→ **Exercise objective**
Please repeat the line that has "let from: &[u8]" and all lines after it, exactly as they appear, through the end of the entries.

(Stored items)
--------

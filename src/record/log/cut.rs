//! Cutting bytes into rows and rows into cells, slice by slice.

use crate::record::names::Delimiter;
use crate::record::rows::words;
use std::ops::Range;

/// The most bytes that one row may have. A quotation mark that is not closed within them is a plain character, so that
/// it does not swallow the rest of the file.
pub(super) const LONGEST_ROW: usize = 1 << 16;

/// A row of the text, as it stands there.
pub(super) struct RawRow<'b> {
    /// The line on which it begins, counted from 1.
    pub(super) line: usize,
    /// Without the end of its line.
    pub(super) bytes: &'b [u8],
    /// Why it cannot be cut into cells.
    pub(super) trouble: Option<&'static str>,
}

/// Cuts bytes that come in slices into rows.
pub(super) struct RowCutter {
    quotes: Option<u8>,
    newline: u8,
    pending: Vec<u8>,
    line: usize,
    /// Whether the rest of a line is passed over that was too long.
    skipping: bool,
}

const UNCLOSED: &str = "A quotation mark is opened and never closed.";
const TOO_LONG: &str = "The row is too long to be one of a log.";

/// Where the first row of some bytes ends.
enum End {
    /// So many bytes with the end of the line; and what is wrong with it.
    At(usize, Option<&'static str>),
    /// No line ends within the longest row.
    TooLong,
    /// Not within these bytes.
    Beyond,
}

impl RowCutter {
    pub(super) fn new(delimiter: Delimiter, newline: u8) -> RowCutter {
        RowCutter { quotes: delimiter.byte(), newline, pending: Vec::new(), line: 1, skipping: false }
    }

    /// Takes the next bytes; each row that ends within them goes to `each`.
    pub(super) fn push(&mut self, mut bytes: &[u8], each: &mut impl FnMut(RawRow)) {
        // What is left of the slice before is completed line by line, until it is used up.
        while (self.skipping || !self.pending.is_empty()) && !bytes.is_empty() {
            let end = memchr::memchr(self.newline, bytes).map_or(bytes.len(), |at| at + 1);
            // No more than a row may have, so that slicing makes no difference.
            let room = if self.skipping { end } else { LONGEST_ROW.saturating_sub(self.pending.len()) };
            let (now, later) = bytes.split_at(end.min(room));
            bytes = later;
            self.pending.extend_from_slice(now);
            let pending = std::mem::take(&mut self.pending);
            let used = self.rows(&pending, false, each);
            self.pending = pending;
            self.pending.drain(..used);
        }
        let used = self.rows(bytes, false, each);
        self.pending.extend_from_slice(bytes.get(used..).unwrap_or_default());
    }

    /// Whatever is left is the last row.
    pub(super) fn finish(&mut self, each: &mut impl FnMut(RawRow)) {
        let pending = std::mem::take(&mut self.pending);
        self.rows(&pending, true, each);
    }

    /// Cuts all rows that end within the bytes; gives how many bytes they had.
    fn rows(&mut self, bytes: &[u8], at_end: bool, each: &mut impl FnMut(RawRow)) -> usize {
        let mut used = 0;
        while let Some(rest) = bytes.get(used..).filter(|rest| !rest.is_empty()) {
            if self.skipping {
                match memchr::memchr(self.newline, rest) {
                    Some(at) => {
                        self.skipping = false;
                        self.line += 1;
                        used += at + 1;
                        continue;
                    }
                    None => return bytes.len(),
                }
            }
            match self.end(rest, at_end) {
                End::Beyond => break,
                End::At(length, trouble) => {
                    let row = rest.get(..length).unwrap_or(rest);
                    each(RawRow { line: self.line, bytes: without_end(row, self.newline), trouble });
                    self.line += memchr::memchr_iter(self.newline, row).count();
                    used += length;
                }
                End::TooLong => {
                    let row = rest.get(..LONGEST_ROW).unwrap_or(rest);
                    each(RawRow { line: self.line, bytes: row, trouble: Some(TOO_LONG) });
                    self.skipping = true;
                    used += row.len();
                }
            }
        }
        used
    }

    fn end(&self, bytes: &[u8], at_end: bool) -> End {
        let window = bytes.get(..LONGEST_ROW).unwrap_or(bytes);
        let first = memchr::memchr(self.newline, window);
        let line = window.get(..first.unwrap_or(window.len())).unwrap_or(window);
        let closed = match self.quotes {
            Some(delimiter) if memchr::memchr(b'"', line).is_some() => {
                quoted_end(window, delimiter, self.newline)
            }
            _ => Closed::At(first),
        };
        let all = window.len() == LONGEST_ROW || at_end;
        match (closed, first) {
            (Closed::At(Some(at)), _) => End::At(at + 1, None),
            (Closed::At(None), _) if at_end && window.len() == bytes.len() => End::At(window.len(), None),
            (Closed::At(None), None) if all => End::TooLong,
            (Closed::At(None) | Closed::Not, Some(first)) if all => End::At(first + 1, Some(UNCLOSED)),
            (Closed::Not, None) if at_end && window.len() == bytes.len() => {
                End::At(window.len(), Some(UNCLOSED))
            }
            (Closed::Not, None) if all => End::TooLong,
            _ => End::Beyond,
        }
    }
}

/// Where a row ends that has quotation marks in it.
enum Closed {
    /// At this end of a line, or with the bytes.
    At(Option<usize>),
    /// A quotation mark is still open.
    Not,
}

fn quoted_end(bytes: &[u8], delimiter: u8, newline: u8) -> Closed {
    let (mut quoted, mut cell_begins, mut closed) = (false, true, None);
    for (at, &byte) in bytes.iter().enumerate() {
        match byte {
            b'"' if quoted => (quoted, closed) = (false, Some(at + 1)),
            // Two in a row are one that is meant: the second opens again.
            b'"' if cell_begins || closed == Some(at) => quoted = true,
            _ if quoted => {}
            _ if byte == newline => return Closed::At(Some(at)),
            _ => {}
        }
        cell_begins = !quoted && byte == delimiter;
    }
    if quoted { Closed::Not } else { Closed::At(None) }
}

fn without_end(row: &[u8], newline: u8) -> &[u8] {
    let row = row.strip_suffix(&[newline]).unwrap_or(row);
    row.strip_suffix(b"\r").unwrap_or(row)
}

/// The cells of one row; kept from row to row, so that nothing is allocated for each.
#[derive(Default)]
pub(super) struct Cells {
    places: Vec<(Range<usize>, bool)>,
    /// Cells that do not stand in the text as they are meant: quoted ones.
    made: Vec<u8>,
}

impl Cells {
    /// Cuts a row.
    pub(super) fn cut(&mut self, row: &[u8], delimiter: Delimiter) {
        self.places.clear();
        self.made.clear();
        match delimiter.byte() {
            Some(byte) if memchr::memchr(b'"', row).is_some() => self.cut_quoted(row, byte),
            Some(byte) => {
                let mut from = 0;
                for to in memchr::memchr_iter(byte, row).chain([row.len()]) {
                    self.places.push((from..to, false));
                    from = to + 1;
                }
            }
            None => {
                for word in words(&String::from_utf8_lossy(row)) {
                    let from = self.made.len();
                    self.made.extend_from_slice(word.as_bytes());
                    self.places.push((from..self.made.len(), true));
                }
            }
        }
    }

    fn cut_quoted(&mut self, row: &[u8], delimiter: u8) {
        let mut at = 0;
        loop {
            let from = self.made.len();
            let mut quoted = row.get(at) == Some(&b'"');
            at += usize::from(quoted);
            while let Some(&byte) = row.get(at) {
                match byte {
                    b'"' if quoted && row.get(at + 1) == Some(&b'"') => {
                        self.made.push(b'"');
                        at += 1;
                    }
                    b'"' if quoted => quoted = false,
                    _ if !quoted && byte == delimiter => break,
                    _ => self.made.push(byte),
                }
                at += 1;
            }
            self.places.push((from..self.made.len(), true));
            if at >= row.len() {
                return;
            }
            at += 1;
        }
    }

    /// A cell without the space around it; empty where there is none.
    pub(super) fn get<'c>(&'c self, index: usize, row: &'c [u8]) -> &'c [u8] {
        let Some((place, made)) = self.places.get(index) else { return b"" };
        let from: &[u8] = if *made { &self.made } else { row };
        from.get(place.clone()).unwrap_or_default().trim_ascii()
    }

    /// Whether the row is long enough to have a cell, be it empty.
    pub(super) fn has(&self, index: usize) -> bool {
        index < self.places.len()
    }

    /// The number of cells up to the last one that is not empty.
    pub(super) fn width(&self, row: &[u8]) -> usize {
        let filled = |index: &usize| !self.get(*index, row).is_empty();
        (0..self.places.len()).rev().find(filled).map_or(0, |last| last + 1)
    }
}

--------

→ **Answer**
        let from: &[u8] = if *made { &self.made } else { row };
        from.get(place.clone()).unwrap_or_default().trim_ascii()
    }

    /// Whether the row is long enough to have a cell, be it empty.
    pub(super) fn has(&self, index: usize) -> bool {
        index < self.places.len()
    }

    /// The number of cells up to the last one that is not empty.
    pub(super) fn width(&self, row: &[u8]) -> usize {
        let filled = |index: &usize| !self.get(*index, row).is_empty();
        (0..self.places.len()).rev().find(filled).map_or(0, |last| last + 1)
    }
}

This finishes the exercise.